Problem statement: Copy each line below containing "defaults".

[Collected data]

━━━━━━━━

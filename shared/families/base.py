"""What a model family is, and the shared solvers behind the families.

A family maps a reading r (what the unit outputs) to a value (the physical quantity) through named
parameters. Adding a family is one new module in this package that defines a ``FAMILY`` object
satisfying :class:`Family`; the registry in ``shared.families`` finds it.
"""

from __future__ import annotations

from collections.abc import Mapping
from dataclasses import dataclass
from typing import Any, Protocol

import numpy as np
from numpy.typing import NDArray

from shared.errors import BadInput, SingularFit

Array = NDArray[np.float64]
Options = Mapping[str, Any]


@dataclass(frozen=True, slots=True)
class Solution:
    """A family's least-squares estimate: raw parameters and their unscaled covariance.

    ``cov_unscaled`` is (J^T W J)^-1 at the estimate; the caller scales it by the residual variance
    or leaves it absolute, depending on where the uncertainty comes from.
    """

    params: Array
    cov_unscaled: Array


class Family(Protocol):
    """The interface every model family module provides as ``FAMILY``."""

    name: str
    formula: str
    typical: str
    options: Mapping[str, Any]  # option name -> default
    foldback: bool  # whether points beyond a turnover are detected and excluded

    def check_options(self, options: Options) -> dict[str, Any]:
        """Validate keyword options, fill defaults, return them as a plain JSON-able dict."""
        ...

    def param_names(self, options: Options) -> tuple[str, ...]: ...

    def evaluate(self, params: Array, reading: Array, options: Options) -> Array: ...

    def jacobian(self, params: Array, reading: Array, options: Options) -> Array:
        """d value / d params, shape (n, k)."""
        ...

    def solve(self, reading: Array, value: Array, weight: Array, options: Options) -> Solution:
        """Weighted least squares from automatic starting values."""
        ...


def check_known_options(family: str, given: Options, defaults: Mapping[str, Any]) -> dict[str, Any]:
    """Reject unknown option names, listing the ones that exist."""
    unknown = sorted(set(given) - set(defaults))
    if unknown:
        allowed = ", ".join(sorted(defaults)) or "none"
        raise BadInput(f"{family}: unknown option(s) {', '.join(unknown)}; allowed: {allowed}")
    return {**defaults, **given}


def weighted_lstsq(design: Array, value: Array, weight: Array) -> tuple[Array, Array]:
    """Solve min ||sqrt(w) (X b - v)|| by QR with column equilibration.

    Returns the coefficients and (X^T W X)^-1. Raises SingularFit when the columns are dependent.
    """
    sw = np.sqrt(weight)
    xw = design * sw[:, None]
    norms = np.linalg.norm(xw, axis=0)
    if np.any(norms == 0) or not np.all(np.isfinite(norms)):
        raise SingularFit("a basis column is zero or not finite: the readings do not vary enough")
    q, r = np.linalg.qr(xw / norms)
    diag = np.abs(np.diag(r))
    if diag.min() <= 1e-13 * diag.max():
        raise SingularFit("the readings do not determine every parameter (dependent basis)")
    coef = np.linalg.solve(r, q.T @ (value * sw)) / norms
    r_inv = np.linalg.solve(r, np.eye(r.shape[0])) / norms[:, None]
    return coef, r_inv @ r_inv.T


def unscaled_covariance(jac: Array, weight: Array) -> Array:
    """(J^T W J)^-1 through the SVD of the column-scaled weighted Jacobian."""
    jw = jac * np.sqrt(weight)[:, None]
    norms = np.linalg.norm(jw, axis=0)
    if np.any(norms == 0) or not np.all(np.isfinite(jw)):
        raise SingularFit("the Jacobian has a zero or non-finite column at the estimate")
    _, s, vt = np.linalg.svd(jw / norms, full_matrices=False)
    if s.min() <= 1e-12 * s.max():
        raise SingularFit("the parameters are not separately determined by these points")
    v = vt.T / s
    cov: Array = (v @ v.T) / np.outer(norms, norms)
    return cov


def polish(
    family: Family, start: Array, reading: Array, value: Array, weight: Array, options: Options
) -> Array:
    """Levenberg–Marquardt on the weighted value residuals from ``start`` (analytic Jacobian).

    A trial step that overflows or crosses a pole gets a huge residual, so the solver backs off.
    Returns the polished parameters, or ``start`` when the polish ended no better than it began.
    """
    from scipy.optimize import least_squares  # local: only the non-linear families need it

    sw = np.sqrt(weight)

    def resid(p: Array) -> Array:
        with np.errstate(divide="ignore", invalid="ignore", over="ignore"):
            out: Array = (family.evaluate(p, reading, options) - value) * sw
        return np.where(np.isfinite(out), out, 1e150)

    def jac(p: Array) -> Array:
        with np.errstate(divide="ignore", invalid="ignore", over="ignore"):
            out: Array = family.jacobian(p, reading, options) * sw[:, None]
        return np.where(np.isfinite(out), out, 0.0)

    found = least_squares(
        resid, start, jac=jac, method="lm", x_scale="jac", xtol=1e-15, ftol=1e-15, gtol=1e-15
    )
    start_cost = 0.5 * float(resid(start) @ resid(start))
    return np.asarray(found.x if found.cost <= start_cost else start, dtype=float)
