"""What "Needs attention" reads: counts of open flags by kind and severity (one grouped query) and
one page of flags in the order the page shows them.

The order: open actions, then open warnings, then (``show=all``) closed flags; by kind within each
(``FlagKind`` order), those nobody acknowledged first, newest first. Consecutive flags of one
section and kind form a group on the page, so a group may continue on the next page.
"""

from __future__ import annotations

import enum
from dataclasses import dataclass, field

from sqlalchemy import case, func, select
from sqlalchemy.orm import Session, joinedload

from server.flags.models import Flag, FlagKind, Severity
from server.pagination import PageParams, paged


class Section(enum.StrEnum):
    """Where a flag sits on the page: its severity while open, else closed."""

    action = "action"
    warning = "warning"
    closed = "closed"


SECTION_ORDER = case((Flag.open.is_(False), 2), (Flag.severity == Severity.action, 0), else_=1)
KIND_ORDER = case({kind: i for i, kind in enumerate(FlagKind)}, value=Flag.kind)


def section_of(flag: Flag) -> Section:
    return Section(flag.severity.value) if flag.open else Section.closed


@dataclass(frozen=True, slots=True)
class Counts:
    """Open flags by (kind, severity), and those of them nobody acknowledged."""

    open: dict[tuple[FlagKind, Severity], int] = field(default_factory=dict)
    waiting: dict[tuple[FlagKind, Severity], int] = field(default_factory=dict)

    def of(self, kind: FlagKind | None = None, severity: Severity | None = None) -> int:
        return sum(
            n for (k, s), n in self.open.items() if kind in (None, k) and severity in (None, s)
        )

    def waiting_of(self, kind: FlagKind | None = None, severity: Severity | None = None) -> int:
        return sum(
            n for (k, s), n in self.waiting.items() if kind in (None, k) and severity in (None, s)
        )


def count_open(session: Session) -> Counts:
    """Open flags by kind and severity, and how many of each wait for an acknowledgement."""
    rows = session.execute(
        select(Flag.kind, Flag.severity, func.count(), func.count(Flag.acknowledged_at))
        .where(Flag.open.is_(True))
        .group_by(Flag.kind, Flag.severity)
    )
    counts = Counts()
    for kind, severity, n, acknowledged in rows:
        counts.open[(kind, severity)] = int(n)
        counts.waiting[(kind, severity)] = int(n) - int(acknowledged)
    return counts


def list_page(
    session: Session,
    page: PageParams,
    *,
    show_closed: bool = False,
    kind: FlagKind | None = None,
    severity: Severity | None = None,
) -> tuple[list[Flag], int]:
    """One page of flags in the page's order (see the module), with their units; the total."""
    query = select(Flag).options(joinedload(Flag.unit))
    if not show_closed:
        query = query.where(Flag.open.is_(True))
    if kind is not None:
        query = query.where(Flag.kind == kind)
    if severity is not None:
        query = query.where(Flag.severity == severity)
    ordered = query.order_by(
        SECTION_ORDER,
        KIND_ORDER,
        Flag.acknowledged_at.is_not(None),
        Flag.raised_at.desc(),
        Flag.id.desc(),
    )
    return paged(session, ordered, page)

━━━━━━━━

Result of the exercise:
        """Validate keyword options, fill defaults, return them as a plain JSON-able dict."""
def check_known_options(family: str, given: Options, defaults: Mapping[str, Any]) -> dict[str, Any]:
    unknown = sorted(set(given) - set(defaults))
        allowed = ", ".join(sorted(defaults)) or "none"
    return {**defaults, **given}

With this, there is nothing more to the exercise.